What is needed is an exact copy of the data that follows.
*** The input Section Begins ***
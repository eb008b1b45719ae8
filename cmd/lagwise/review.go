package main

import (
	"context"
	"encoding/json"
	"fmt"
	"io"
	"os"

	"lagwise/lint/engine"
	"lagwise/lint/finding"
	"lagwise/lint/present"
	"lagwise/lint/result"
)

func review(ctx context.Context, s streams, args []string) (int, error) {
	o := &options{}
	f := newFlags("review", s, o, "text", "json")
	f.StringVar(&f.holdAt, "hold-at", "", "fail at this severity or above: error, warning, information, hint (beats the conventions)")
	f.StringVar(&o.named, "named", "", "with -: the place where the document on standard input would stand")
	f.StringVar(&o.known, "known", "", "an earlier review's JSON: what it lists is shown and does not hold")
	f.BoolVar(&o.textOnly, "documents-only", false, "judge the documents and read no data")
	if err := f.parse(args, o); err != nil {
		return exitFailed, err
	}
	known, err := readKnown(o.known)
	if err != nil {
		return exitFailed, err
	}
	b, err := o.open(s)
	if err != nil {
		return exitFailed, err
	}
	all, status, err := b.reviewAll(ctx, s, known)
	if err != nil {
		return exitFailed, err
	}
	err = o.write(s, forms{
		"text": func(w io.Writer) error { return present.ReviewText(w, all) },
		"json": func(w io.Writer) error { return present.ReviewJSON(w, b.head(), all) },
	})
	if b.trouble != nil {
		return exitFailed, b.trouble
	}
	return status, err
}

// reviewAll judges every document. The status is what the findings make of it.
func (b *batch) reviewAll(ctx context.Context, s streams, known map[string]bool) ([]present.Reviewed, int, error) {
	ed := b.workspace.Edition()
	var all []present.Reviewed
	status := exitFine
	err := b.each(ctx, s, "reviewing", func(path string) error {
		j, err := b.judge(ctx, ed, path)
		if err != nil {
			return err
		}
		explained, err := b.explain(ctx, ed, j)
		if err != nil {
			return err
		}
		all = append(all, present.Reviewed{File: j.File, Shown: shown(path), Findings: j.Findings, Explained: explained,
			Known: known, Requests: j.Requests, Series: j.Series})
		status = max(status, b.statusOf(s, ed, j, known))
		return nil
	})
	return all, status, err
}

func (b *batch) judge(ctx context.Context, ed *engine.Edition, path string) (*engine.Judgement, error) {
	if b.textOnly {
		return ed.Known(path), nil
	}
	return ed.Prove(ctx, path)
}

// explain gathers the evidence of the requests that something is said of.
func (b *batch) explain(ctx context.Context, ed *engine.Edition, j *engine.Judgement) (map[string]*result.Explanation, error) {
	if b.textOnly {
		return nil, nil
	}
	spoken := map[string]bool{}
	for _, f := range j.Findings {
		spoken[f.Request] = true
	}
	explained := map[string]*result.Explanation{}
	for _, asked := range ed.Requests(j.Path) {
		if !spoken[asked.Name] {
			continue
		}
		e, err := ed.Explain(ctx, j.Path, asked.Index)
		if err != nil {
			return nil, err
		}
		explained[asked.Name] = e
	}
	return explained, nil
}

// statusOf is the exit status that one document brings about.
func (b *batch) statusOf(s streams, ed *engine.Edition, j *engine.Judgement, known map[string]bool) int {
	holdAt := b.holdAt
	if holdAt == finding.Unset {
		holdAt = ed.HoldAt(j.Path)
	}
	status := exitFine
	for _, f := range j.Findings {
		if f.Deviation == nil && !known[f.Fingerprint] && f.Severity.AtLeast(holdAt) {
			status = exitHeld
		}
	}
	for _, broken := range j.Broken {
		fmt.Fprintf(s.err, "lagwise: %s: %s\n", shown(j.Path), broken)
		status = exitFailed
	}
	return status
}

// readKnown reads the fingerprints that an earlier review lists.
func readKnown(file string) (map[string]bool, error) {
	if file == "" {
		return nil, nil
	}
	text, err := os.ReadFile(file)
	if err != nil {
		return nil, err
	}
	var earlier struct {
		Findings []struct {
			Fingerprint string `json:"fingerprint"`
		} `json:"findings"`
	}
	if err := json.Unmarshal(text, &earlier); err != nil {
		return nil, fmt.Errorf("%s is not the JSON of a review: %w", file, err)
	}
	known := map[string]bool{}
	for _, f := range earlier.Findings {
		known[f.Fingerprint] = true
	}
	return known, nil
}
*** The input Section Ends ***
▶ _Answer to this task_:
repository eb008b1b45719ae8
filename cmd/lagwise/review.go
package main

import (
	"context"
	"encoding/json"
	"fmt"
	"io"
	"os"

	"lagwise/lint/engine"
	"lagwise/lint/finding"
	"lagwise/lint/present"
	"lagwise/lint/result"
)

func review(ctx context.Context, s streams, args []string) (int, error) {
	o := &options{}
	f := newFlags("review", s, o, "text", "json")
	f.StringVar(&f.holdAt, "hold-at", "", "fail at this severity or above: error, warning, information, hint (beats the conventions)")
	f.StringVar(&o.named, "named", "", "with -: the place where the document on standard input would stand")
	f.StringVar(&o.known, "known", "", "an earlier review's JSON: what it lists is shown and does not hold")
	f.BoolVar(&o.textOnly, "documents-only", false, "judge the documents and read no data")
	if err := f.parse(args, o); err != nil {
		return exitFailed, err
	}
	known, err := readKnown(o.known)
	if err != nil {
		return exitFailed, err
	}
	b, err := o.open(s)
	if err != nil {
		return exitFailed, err
	}
	all, status, err := b.reviewAll(ctx, s, known)
	if err != nil {
		return exitFailed, err
	}
	err = o.write(s, forms{
		"text": func(w io.Writer) error { return present.ReviewText(w, all) },
		"json": func(w io.Writer) error { return present.ReviewJSON(w, b.head(), all) },
	})
	if b.trouble != nil {
		return exitFailed, b.trouble
	}
	return status, err
}

// reviewAll judges every document. The status is what the findings make of it.
func (b *batch) reviewAll(ctx context.Context, s streams, known map[string]bool) ([]present.Reviewed, int, error) {
	ed := b.workspace.Edition()
	var all []present.Reviewed
	status := exitFine
	err := b.each(ctx, s, "reviewing", func(path string) error {
		j, err := b.judge(ctx, ed, path)
		if err != nil {
			return err
		}
		explained, err := b.explain(ctx, ed, j)
		if err != nil {
			return err
		}
		all = append(all, present.Reviewed{File: j.File, Shown: shown(path), Findings: j.Findings, Explained: explained,
			Known: known, Requests: j.Requests, Series: j.Series})
		status = max(status, b.statusOf(s, ed, j, known))
		return nil
	})
	return all, status, err
}

func (b *batch) judge(ctx context.Context, ed *engine.Edition, path string) (*engine.Judgement, error) {
	if b.textOnly {
		return ed.Known(path), nil
	}
	return ed.Prove(ctx, path)
}

// explain gathers the evidence of the requests that something is said of.
func (b *batch) explain(ctx context.Context, ed *engine.Edition, j *engine.Judgement) (map[string]*result.Explanation, error) {
	if b.textOnly {
		return nil, nil
	}
	spoken := map[string]bool{}
	for _, f := range j.Findings {
		spoken[f.Request] = true
	}
	explained := map[string]*result.Explanation{}
	for _, asked := range ed.Requests(j.Path) {
		if !spoken[asked.Name] {
			continue
		}
		e, err := ed.Explain(ctx, j.Path, asked.Index)
		if err != nil {
			return nil, err
		}
		explained[asked.Name] = e
	}
	return explained, nil
}

// statusOf is the exit status that one document brings about.
func (b *batch) statusOf(s streams, ed *engine.Edition, j *engine.Judgement, known map[string]bool) int {
	holdAt := b.holdAt
	if holdAt == finding.Unset {
		holdAt = ed.HoldAt(j.Path)
	}
	status := exitFine
	for _, f := range j.Findings {
		if f.Deviation == nil && !known[f.Fingerprint] && f.Severity.AtLeast(holdAt) {
			status = exitHeld
		}
	}
	for _, broken := range j.Broken {
		fmt.Fprintf(s.err, "lagwise: %s: %s\n", shown(j.Path), broken)
		status = exitFailed
	}
	return status
}

// readKnown reads the fingerprints that an earlier review lists.
func readKnown(file string) (map[string]bool, error) {
	if file == "" {
		return nil, nil
	}
	text, err := os.ReadFile(file)
	if err != nil {
		return nil, err
	}
	var earlier struct {
		Findings []struct {
			Fingerprint string `json:"fingerprint"`
		} `json:"findings"`
	}
	if err := json.Unmarshal(text, &earlier); err != nil {
		return nil, fmt.Errorf("%s is not the JSON of a review: %w", file, err)
	}
	known := map[string]bool{}
	for _, f := range earlier.Findings {
		known[f.Fingerprint] = true
	}
	return known, nil
}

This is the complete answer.